Your task ->
If a line of the material contains "labels", copy it.

++++ Source records ++++

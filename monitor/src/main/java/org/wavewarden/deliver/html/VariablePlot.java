package org.wavewarden.deliver.html;

import org.wavewarden.compare.WaveEstimates;
import org.wavewarden.profile.NumericDistribution;

import java.util.List;
import java.util.Objects;

/**
 * The data behind one alert's chart: what both waves looked like for the variable the alert is about.
 * Baseline comes first everywhere, as in the comparison stage.
 */
public sealed interface VariablePlot permits VariablePlot.NumericPlot, VariablePlot.SharesPlot,
        VariablePlot.MissingPlot, VariablePlot.CorrelationPlot, VariablePlot.EstimatePlot, VariablePlot.Unavailable,
        VariablePlot.CumulativePlot, VariablePlot.DatePlot {

    /**
     * A change of shape: both waves' cumulative distributions as the finding measured them (weighted where it is),
     * with the largest gap, whose length is the finding's KS distance, marked with its interval.
     *
     * @param findingId the finding the numbers belong to, written on every element
     * @param shape     the finding's curves and gap
     */
    record CumulativePlot(String findingId, org.wavewarden.compare.shape.CumulativeGap.ShapeDetail shape)
            implements VariablePlot {
        public CumulativePlot {
            Objects.requireNonNull(shape, "shape");
            if (shape.current().isEmpty() || shape.baseline().size() != shape.current().size()) {
                throw new IllegalArgumentException("both curves must have the same, non-zero number of steps");
            }
        }
    }

    /**
     * A comparison of dates: each wave's median date with its interval and the span from its earliest to its latest
     * date, as the finding's detail holds them.
     *
     * @param findingId the finding the numbers belong to, written on every element
     * @param dates     the finding's dates
     */
    record DatePlot(String findingId, org.wavewarden.compare.DateComparison.DateDetail dates) implements VariablePlot {
        public DatePlot {
            Objects.requireNonNull(dates, "dates");
        }
    }

    /**
     * The estimates a finding was judged on, each with its interval, as the finding's detail holds them
     * ({@link WaveEstimates.Plotted}): shares as grouped bars with error bars, a mean or median as a point with
     * whiskers per wave, and the reference of a REFERENCE finding as a dashed mark.
     *
     * @param findingId the finding the numbers belong to (dataset/wave/variable/kind), written on every element
     * @param plotted   the finding's plotted estimates; an empty baseline means there is no baseline wave
     */
    record EstimatePlot(String findingId, WaveEstimates.Plotted plotted) implements VariablePlot {
        public EstimatePlot {
            Objects.requireNonNull(plotted, "plotted");
            if (plotted.current().isEmpty()) {
                throw new IllegalArgumentException("nothing to draw: no current estimate");
            }
            if (!plotted.baseline().isEmpty() && plotted.baseline().size() != plotted.current().size()) {
                throw new IllegalArgumentException("baseline has " + plotted.baseline().size()
                        + " estimates but current has " + plotted.current().size());
            }
            if (!plotted.reference().isEmpty() && plotted.reference().size() != plotted.current().size()) {
                throw new IllegalArgumentException("reference has " + plotted.reference().size()
                        + " values but current has " + plotted.current().size());
            }
        }
    }

    /**
     * No chart: preparing its data failed. The alert is shown with a note in the chart's place.
     *
     * @param error the simple name of the error's class, for the note
     */
    record Unavailable(String error) implements VariablePlot {
        public Unavailable {
            Objects.requireNonNull(error, "error");
        }
    }

    /**
     * A relationship of two variables: each wave's correlation (Spearman's rho, and Pearson's r beside it) with its
     * confidence interval, drawn as points with whiskers on the scale from -1 to 1.
     *
     * @param labels    the measures, e.g. "Spearman rho", "Pearson r"
     * @param baseline  per measure {estimate, low, high} in the baseline wave
     * @param current   per measure {estimate, low, high} in the current wave
     */
    record CorrelationPlot(List<String> labels, double[][] baseline, double[][] current, String findingId)
            implements VariablePlot {

        public CorrelationPlot(List<String> labels, double[][] baseline, double[][] current) {
            this(labels, baseline, current, null);
        }

        public CorrelationPlot {
            if (labels.size() != baseline.length || labels.size() != current.length) {
                throw new IllegalArgumentException("one row of baseline and current per label");
            }
            labels = List.copyOf(labels);
        }
    }

    /**
     * A numeric variable: both waves' valid values, drawn as overlaid histograms.
     *
     * @param unit     the variable's unit for the axis label, or null when it has none
     * @param baseline the baseline wave's valid values, or null when there is no baseline wave
     * @param current  the current wave's valid values
     * @param findingId the finding drawn (dataset/wave/variable/kind), or null
     */
    record NumericPlot(String unit, NumericDistribution baseline, NumericDistribution current, String findingId)
            implements VariablePlot {

        public NumericPlot(String unit, NumericDistribution baseline, NumericDistribution current) {
            this(unit, baseline, current, null);
        }

        public NumericPlot {
            Objects.requireNonNull(current, "current");
            if ((baseline == null ? 0 : baseline.n()) + current.n() == 0) {
                throw new IllegalArgumentException("baseline and current are both empty: nothing to draw");
            }
        }
    }

    /**
     * A categorical or binary variable: each category's count of valid answers in both waves, drawn as bars of
     * the share of valid answers.
     *
     * @param categories category labels, in the order the bars are drawn
     * @param baseline   baseline counts, aligned with {@code categories}; null when there is no baseline wave
     * @param current    current counts, aligned with {@code categories}
     * @param findingId  the finding drawn (dataset/wave/variable/kind), or null
     */
    record SharesPlot(List<String> categories, long[] baseline, long[] current, String findingId)
            implements VariablePlot {

        public SharesPlot(List<String> categories, long[] baseline, long[] current) {
            this(categories, baseline, current, null);
        }

        public SharesPlot {
            categories = List.copyOf(categories);
            baseline = baseline == null ? null : checkedCounts("baseline", baseline, categories.size(), "categories");
            current = checkedCounts("current", current, categories.size(), "categories");
            if (categories.isEmpty()) {
                throw new IllegalArgumentException("categories must not be empty");
            }
        }

        @Override
        public long[] baseline() {
            return baseline == null ? null : baseline.clone();
        }

        @Override
        public long[] current() {
            return current.clone();
        }
    }

    /**
     * The missing answers of a variable by reason (NULL, a codebook code, a disguised missing value), with each
     * wave's row count, drawn as the share of rows per reason.
     *
     * @param reasons      reason labels, in the order the bars are drawn
     * @param baseline     baseline rows per reason, aligned with {@code reasons}; null when there is no baseline wave
     * @param rowsBaseline rows in the baseline wave (the denominator of its rates); 0 without a baseline wave
     * @param current      current rows per reason, aligned with {@code reasons}
     * @param rowsCurrent  rows in the current wave
     * @param findingId    the finding drawn (dataset/wave/variable/kind), or null
     */
    record MissingPlot(List<String> reasons, long[] baseline, long rowsBaseline, long[] current, long rowsCurrent,
                       String findingId) implements VariablePlot {

        public MissingPlot(List<String> reasons, long[] baseline, long rowsBaseline, long[] current,
                           long rowsCurrent) {
            this(reasons, baseline, rowsBaseline, current, rowsCurrent, null);
        }

        public MissingPlot {
            reasons = List.copyOf(reasons);
            baseline = baseline == null ? null : checkedCounts("baseline", baseline, reasons.size(), "reasons");
            current = checkedCounts("current", current, reasons.size(), "reasons");
            if (reasons.isEmpty()) {
                throw new IllegalArgumentException("reasons must not be empty");
            }
            if (baseline != null) {
                checkRows("rowsBaseline", rowsBaseline, baseline);
            }
            checkRows("rowsCurrent", rowsCurrent, current);
        }

        @Override
        public long[] baseline() {
            return baseline == null ? null : baseline.clone();
        }

        @Override
        public long[] current() {
            return current.clone();
        }

        private static void checkRows(String name, long rows, long[] counts) {
            long sum = 0;
            for (long c : counts) {
                sum += c;
            }
            if (rows < sum) {
                throw new IllegalArgumentException(name + " is " + rows + " but the reasons count " + sum + " rows");
            }
        }
    }

    private static long[] checkedCounts(String name, long[] counts, int size, String against) {
        Objects.requireNonNull(counts, name);
        if (counts.length != size) {
            throw new IllegalArgumentException(name + " has " + counts.length + " entries but " + against + " has "
                    + size);
        }
        for (int i = 0; i < counts.length; i++) {
            if (counts[i] < 0) {
                throw new IllegalArgumentException(name + "[" + i + "] must not be negative, was " + counts[i]);
            }
        }
        return counts.clone();
    }
}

++++

Solution to the problem ->
     * @param labels    the measures, e.g. "Spearman rho", "Pearson r"
    record CorrelationPlot(List<String> labels, double[][] baseline, double[][] current, String findingId)
        public CorrelationPlot(List<String> labels, double[][] baseline, double[][] current) {
            this(labels, baseline, current, null);
            if (labels.size() != baseline.length || labels.size() != current.length) {
            labels = List.copyOf(labels);
     * @param categories category labels, in the order the bars are drawn
     * @param reasons      reason labels, in the order the bars are drawn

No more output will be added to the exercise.